Inverted bond yield curves. Declining global trade statistics. Reduced household spending in the United States and Canada.
The signs of an impending recession are beginning to grow.
With the global financial markets more integrated than ever before—a fact admonished by 2018’s financial contagion fears—it’s important to understand just how exactly financial indicators like the bond yield curve can affect the TSX Venture.
The Relationship Between Bond Yield Curves And The TSX Venture
The bond yield curve refers to the interest rates of debts with differing maturities, ranging anywhere from 3-month securities to 30-year securities. When this curve inverts, it means that short term interest rates are higher than long term interest rates—a situation that’s far from normal, especially considering that people typically want to get more out of a long term investment than a short term one.
Considering that bond yield curve inversions are historically a predictor of recession within 15 months of their arrival, they tend to send more
N.B. It was November 2007—15 months after the 2006 bond yield inversion—when the TSX Venture first began its protracted slide. By the end of 2008, the Venture had eroded over 77%.
As investors begin to believe that the economy is heading into recession and the central banks are about to cut interest rates, investors flee from equities into long-term securities. This is due to the fact that investors are able to lock in higher long-term yield bond rates before central banks cut them later, and because bonds in general are deemed as “safer” investments than equities.
Should economic activity continue to slow, central banks may elect to cut interest rates further—an action that can lead financial institutions to reduce the amount of available credit they lend out, seeing as how it is not in their best interest to lend out money when they are going to earn less on it over time.
The result? Likely even slower economic activity.
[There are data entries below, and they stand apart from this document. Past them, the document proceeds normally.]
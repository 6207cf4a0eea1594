using System.Text.Json.Serialization;
using ClubBench.Planning.Figures;

namespace ClubBench.Planning.Advising;

/// <summary>Sort of instrument a reading needs.</summary>
public enum InstrumentClass
{
    /// <summary>Eyes and fingers.</summary>
    Eye,

    /// <summary>Multimeter.</summary>
    Multimeter,

    /// <summary>Inductance and capacitance meter.</summary>
    LcMeter,

    /// <summary>Frequency counter.</summary>
    Counter,

    /// <summary>Oscilloscope.</summary>
    Oscilloscope,

    /// <summary>Network analyser, or generator with detector.</summary>
    NetworkAnalyser,

    /// <summary>Power meter or dummy load with detector.</summary>
    PowerMeter,

    /// <summary>Spectrum instrument.</summary>
    Spectrum,

    /// <summary>Ears, an audio meter or a receiver.</summary>
    Receiver,
}

/// <summary>What a builder should read at one point.</summary>
/// <param name="Point">Stable point id, e.g. "A5.L4.L".</param>
/// <param name="Kind">What is measured.</param>
/// <param name="Nominal">Expected value, SI.</param>
/// <param name="LowSi">Lower end of the window; negative infinity is not used: a one-sided window repeats the widest sensible value.</param>
/// <param name="HighSi">Upper end of the window.</param>
/// <param name="SetUp">Code of the set-up text (load, probe, trimmer).</param>
/// <param name="Instrument">Sort of instrument.</param>
/// <param name="Sides">Which ends of the window count.</param>
/// <param name="DLnReadingByDLnPart">Relative change of the reading per relative change of a part, by designator.</param>
/// <param name="Winding">The winding behind the reading, for the one turn rule; null otherwise.</param>
public sealed record ExpectedReading(
    string Point,
    QuantityKind Kind,
    double Nominal,
    double LowSi,
    double HighSi,
    string SetUp,
    InstrumentClass Instrument,
    WindowSides Sides,
    IReadOnlyDictionary<string, double> DLnReadingByDLnPart,
    WindingUnderTest? Winding = null)
{
    /// <summary>Fewest digits a reading is written with.</summary>
    private const int FewestDigits = 3;

    /// <summary>Stage key at the front of the point id.</summary>
    [JsonIgnore]
    public string Stage => Point.Split('.')[0];

    /// <summary>Significant digits at which both ends of the window and a tenth of its width can be told apart.</summary>
    [JsonIgnore]
    public int Digits
    {
        get
        {
            var (width, size) = (Math.Abs(HighSi - LowSi), Math.Max(Math.Abs(HighSi), Math.Abs(LowSi)));
            return width > 0 && size > width ? Math.Clamp((int)Math.Ceiling(Math.Log10(size / width)) + 1, FewestDigits, 9) : FewestDigits;
        }
    }
}

/// <summary>Which ends of a window count.</summary>
public enum WindowSides
{
    /// <summary>Both.</summary>
    Both,

    /// <summary>Only a least value.</summary>
    AtLeast,

    /// <summary>Only a largest value.</summary>
    AtMost,
}

/// <summary>What the one turn rule needs to know of a winding.</summary>
/// <param name="Designator">The coil.</param>
/// <param name="Turns">Turns planned.</param>
/// <param name="Core">Core designation.</param>
/// <param name="SpreadMost">How much spreading lowers L, relative.</param>
/// <param name="SqueezeMost">How much squeezing raises L, relative.</param>
/// <param name="Trim">Range of L a trimmer still absorbs, relative; zero without one.</param>
/// <param name="TurnLengthM">Wire of one turn, metre; decides whether a turn can be added from the tail.</param>
public sealed record WindingUnderTest(string Designator, int Turns, string Core, double SpreadMost, double SqueezeMost, double Trim, double TurnLengthM);

/// <summary>One measured value. Append-only: a correction is a new reading.</summary>
/// <param name="Point">Point id.</param>
/// <param name="Kind">What was measured.</param>
/// <param name="Si">Value in SI units.</param>
/// <param name="TypedText">What was typed.</param>
/// <param name="Instrument">Instrument name; null makes it a remark.</param>
/// <param name="Ordinal">Server ordinal; order never relies on a clock.</param>
public sealed record Reading(string Point, QuantityKind Kind, double Si, string TypedText, string? Instrument, long Ordinal);

/// <summary>What is known of an instrument.</summary>
/// <param name="Name">Club name, e.g. "M2".</param>
/// <param name="Class">Sort.</param>
/// <param name="RelativeUncertainty">Expanded (k = 2), relative.</param>
/// <param name="AbsoluteUncertaintySi">Expanded, absolute, SI; added.</param>
/// <param name="OffsetSi">Known fixture offset; subtracted visibly, the raw value is kept.</param>
public sealed record Instrument(string Name, InstrumentClass Class, double RelativeUncertainty, double AbsoluteUncertaintySi, double OffsetSi);

/// <summary>What was really put on a board.</summary>
/// <param name="Turns">Turns wound, by coil.</param>
/// <param name="Parts">Type fitted, by designator, where it differs from the plan.</param>
public sealed record AsBuilt(IReadOnlyDictionary<string, int> Turns, IReadOnlyDictionary<string, string> Parts)
{
    /// <summary>As the plan says.</summary>
    public static AsBuilt AsPlanned { get; } = new(new Dictionary<string, int>(), new Dictionary<string, string>());
}
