using ClubBench.Calculation.Quantities;
using ClubBench.Planning.Kits;

namespace ClubBench.Planning.StageKinds.Supply;

/// <summary>Supply input with polarity diode, fuse and regulator, read from its document.</summary>
internal sealed record SupplyStage(Part PolarityDiode, Part Fuse, Part? Regulator, StageDocument Document)
{
    public static SupplyStage Read(StageDocument stage) =>
        new(stage.OneInRole(Roles.PolarityDiode)!, stage.OneInRole(Roles.Fuse)!, stage.OneInRole(Roles.Regulator), stage);

    public Current FuseRating => Current.FromAmpere(Fuse.Need(PartValue.RatedCurrent));

    /// <summary>Regulated voltage; null where the papers name no regulator.</summary>
    public Voltage? Regulated => Regulator?.Value(PartValue.Voltage) is { } v ? Voltage.FromVolt(v) : null;

    public Voltage DiodeDrop => Voltage.FromVolt(Document.Setting(Settings.DiodeDrop, 0.35));

    public Current RestCurrent => Current.FromAmpere(Document.Setting(Settings.RestCurrent, 0.08));

    public double Efficiency => Document.Setting(Settings.Efficiency, 0.5);

    public static class Roles
    {
        public const string PolarityDiode = "polarity-diode";
        public const string Fuse = "fuse";
        public const string Reservoir = "reservoir-capacitor";
        public const string Regulator = "regulator";
        public const string RegulatorCapacitor = "regulator-capacitor";
    }

    public static class Settings
    {
        public const string DiodeDrop = "diodeDropV";
        public const string RestCurrent = "restCurrentA";
        public const string Efficiency = "transmitterEfficiencyRelative";
    }
}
Global Trade Shows Signs Of Weakness
In addition to growing concerns over bond yields, it appears that trade tensions between the U.S. and China may be beginning to put a strain on international trade.
“Figures published Monday show [global] trade fell 1.8 percent in the three months through January compared with the previous period. That’s the biggest drop since May 2009.”
On the one hand, optimists could argue that the May 2009 drop preceeded the 10-year bull market run we see today.
On the other, it could be argued that this run was largely attributed to the tech upswing led by companies like IBM, Intel, Hewlett-Packard, and Microsoft. And unfortunately, tech growth is beginning to sputter out.
“When tech is 20% of the market, and it stalls out, there won’t be another sector to take its place,” [Mark Newton of Newton Advisors] said.
Even cannabis, despite its meteoric growth potential, cannot replace the tech sector. However, it’s not out of the question to say that cannabis could offset some of the tech sector’s stagnancy—especially if the U.S. legalizes marijuana.
Financial Indicators Are Not Foolproof
When looking at indicators like the bond yield curve, it’s important to remember the golden statistical rule: correlation does not imply causation. None of these macroeconomic trends alone—be it bond yield curve inversions or declining household spending—can provide a crystal ball into the future.
In short, while investors should continue to keep a close eye on financial indicators like the bond yield curve, they should also remember that the TSX Venture thrives with risk—and suffers from the skittish.